(Stored data entries)
- Opening Delimiter -
static void no_status_leaves_20_lines_of_80_columns(void **state) {
    unsigned seed = (unsigned)time(NULL);
    struct view v;

    (void)state;
    printf("seed %u\n", seed);
    srand(seed);
    for (unsigned i = 0; i < 20000; i++) {
        random_view(&v);
        assert_bounds(&v, i);
    }
}

static void four_packs_long_names_many_alerts_fill_the_page(void **state) {
    json_t *json = sample_json(), *packs = json_object_get(json, "packs");

    (void)state;
    json_object_set_new(json, "unit", json_string("bittern-at-the-far-end-of-the-northern-drain"));
    json_object_set_new(json, "stage", json_string("edge"));
    json_object_set_new(json, "cause", json_string("blind"));
    json_object_set_new(json, "blind", json_true());
    json_object_set_new(json, "supply", json_string("both"));
    json_object_set_new(json, "stage_since_s", json_real(-100000));
    json_object_set_new(json, "supply_since_s", json_real(-200000));
    json_object_set_new(sample_pack(json, 0), "temp_from", json_string("assumed"));
    json_object_set_new(sample_pack(json, 0), "name", json_string("starboard-battery-box-1"));
    for (int i = 0; i < 3; i++)
        json_array_append_new(packs, json_deep_copy(sample_pack(json, 0)));
    for (int i = 0; i < 11; i++)
        json_array_append_new(json_object_get(json, "alerts"),
                              json_pack("{s:s,s:s}", "name", "gauge-silent", "text", "Words."));
    struct view v = sample_view(json);
    for (unsigned variant = 0; variant < 16; variant++)
        assert_bounds(&v, variant);
    says(plain(&v), "              and 10 more, see `brink raw`: gauge-silent");
    struct page_style style = {.old = "written 3 min ago: brinkd has stopped or hangs"};
    page_write(&v, &style, page);
    says(page, "alert         11 alerts, see `brink raw`: gauge-silent");
    says(plain(&v), "starb..box-1");
}

int main(void) {
    const struct CMUnitTest tests[] = {
        cmocka_unit_test(the_usual_page_as_a_whole),
        cmocka_unit_test(a_bar_only_where_asked_for),
        cmocka_unit_test(colour_only_where_asked_for),
        cmocka_unit_test(unknown_is_neither_empty_nor_full),
        cmocka_unit_test(blind_is_said_plainly),
        cmocka_unit_test(each_stage_says_what_changes_it),
        cmocka_unit_test(charging_has_no_end_and_a_time_to_full),
        cmocka_unit_test(without_a_clock_spans_stand_for_times),
        cmocka_unit_test(the_end_names_the_cutoff_that_comes_first),
        cmocka_unit_test(several_packs_each_tell_their_charge),
        cmocka_unit_test(an_old_status_is_marked),
        cmocka_unit_test(alerts_that_do_not_fit_are_counted),
        cmocka_unit_test(no_status_leaves_20_lines_of_80_columns),
        cmocka_unit_test(four_packs_long_names_many_alerts_fill_the_page),
    };

    return cmocka_run_group_tests(tests, NULL, NULL);
}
- Closing Delimiter -
- [WORK INSTRUCTIONS]: Your answer should consist of every entry, repeated exactly.

- [PROBLEM SOLUTION]:
static void no_status_leaves_20_lines_of_80_columns(void **state) {
    unsigned seed = (unsigned)time(NULL);
    struct view v;

    (void)state;
    printf("seed %u\n", seed);
    srand(seed);
    for (unsigned i = 0; i < 20000; i++) {
        random_view(&v);
        assert_bounds(&v, i);
    }
}

static void four_packs_long_names_many_alerts_fill_the_page(void **state) {
    json_t *json = sample_json(), *packs = json_object_get(json, "packs");

    (void)state;
    json_object_set_new(json, "unit", json_string("bittern-at-the-far-end-of-the-northern-drain"));
    json_object_set_new(json, "stage", json_string("edge"));
    json_object_set_new(json, "cause", json_string("blind"));
    json_object_set_new(json, "blind", json_true());
    json_object_set_new(json, "supply", json_string("both"));
    json_object_set_new(json, "stage_since_s", json_real(-100000));
    json_object_set_new(json, "supply_since_s", json_real(-200000));
    json_object_set_new(sample_pack(json, 0), "temp_from", json_string("assumed"));
    json_object_set_new(sample_pack(json, 0), "name", json_string("starboard-battery-box-1"));
    for (int i = 0; i < 3; i++)
        json_array_append_new(packs, json_deep_copy(sample_pack(json, 0)));
    for (int i = 0; i < 11; i++)
        json_array_append_new(json_object_get(json, "alerts"),
                              json_pack("{s:s,s:s}", "name", "gauge-silent", "text", "Words."));
    struct view v = sample_view(json);
    for (unsigned variant = 0; variant < 16; variant++)
        assert_bounds(&v, variant);
    says(plain(&v), "              and 10 more, see `brink raw`: gauge-silent");
    struct page_style style = {.old = "written 3 min ago: brinkd has stopped or hangs"};
    page_write(&v, &style, page);
    says(page, "alert         11 alerts, see `brink raw`: gauge-silent");
    says(plain(&v), "starb..box-1");
}

int main(void) {
    const struct CMUnitTest tests[] = {
        cmocka_unit_test(the_usual_page_as_a_whole),
        cmocka_unit_test(a_bar_only_where_asked_for),
        cmocka_unit_test(colour_only_where_asked_for),
        cmocka_unit_test(unknown_is_neither_empty_nor_full),
        cmocka_unit_test(blind_is_said_plainly),
        cmocka_unit_test(each_stage_says_what_changes_it),
        cmocka_unit_test(charging_has_no_end_and_a_time_to_full),
        cmocka_unit_test(without_a_clock_spans_stand_for_times),
        cmocka_unit_test(the_end_names_the_cutoff_that_comes_first),
        cmocka_unit_test(several_packs_each_tell_their_charge),
        cmocka_unit_test(an_old_status_is_marked),
        cmocka_unit_test(alerts_that_do_not_fit_are_counted),
        cmocka_unit_test(no_status_leaves_20_lines_of_80_columns),
        cmocka_unit_test(four_packs_long_names_many_alerts_fill_the_page),
    };

    return cmocka_run_group_tests(tests, NULL, NULL);
}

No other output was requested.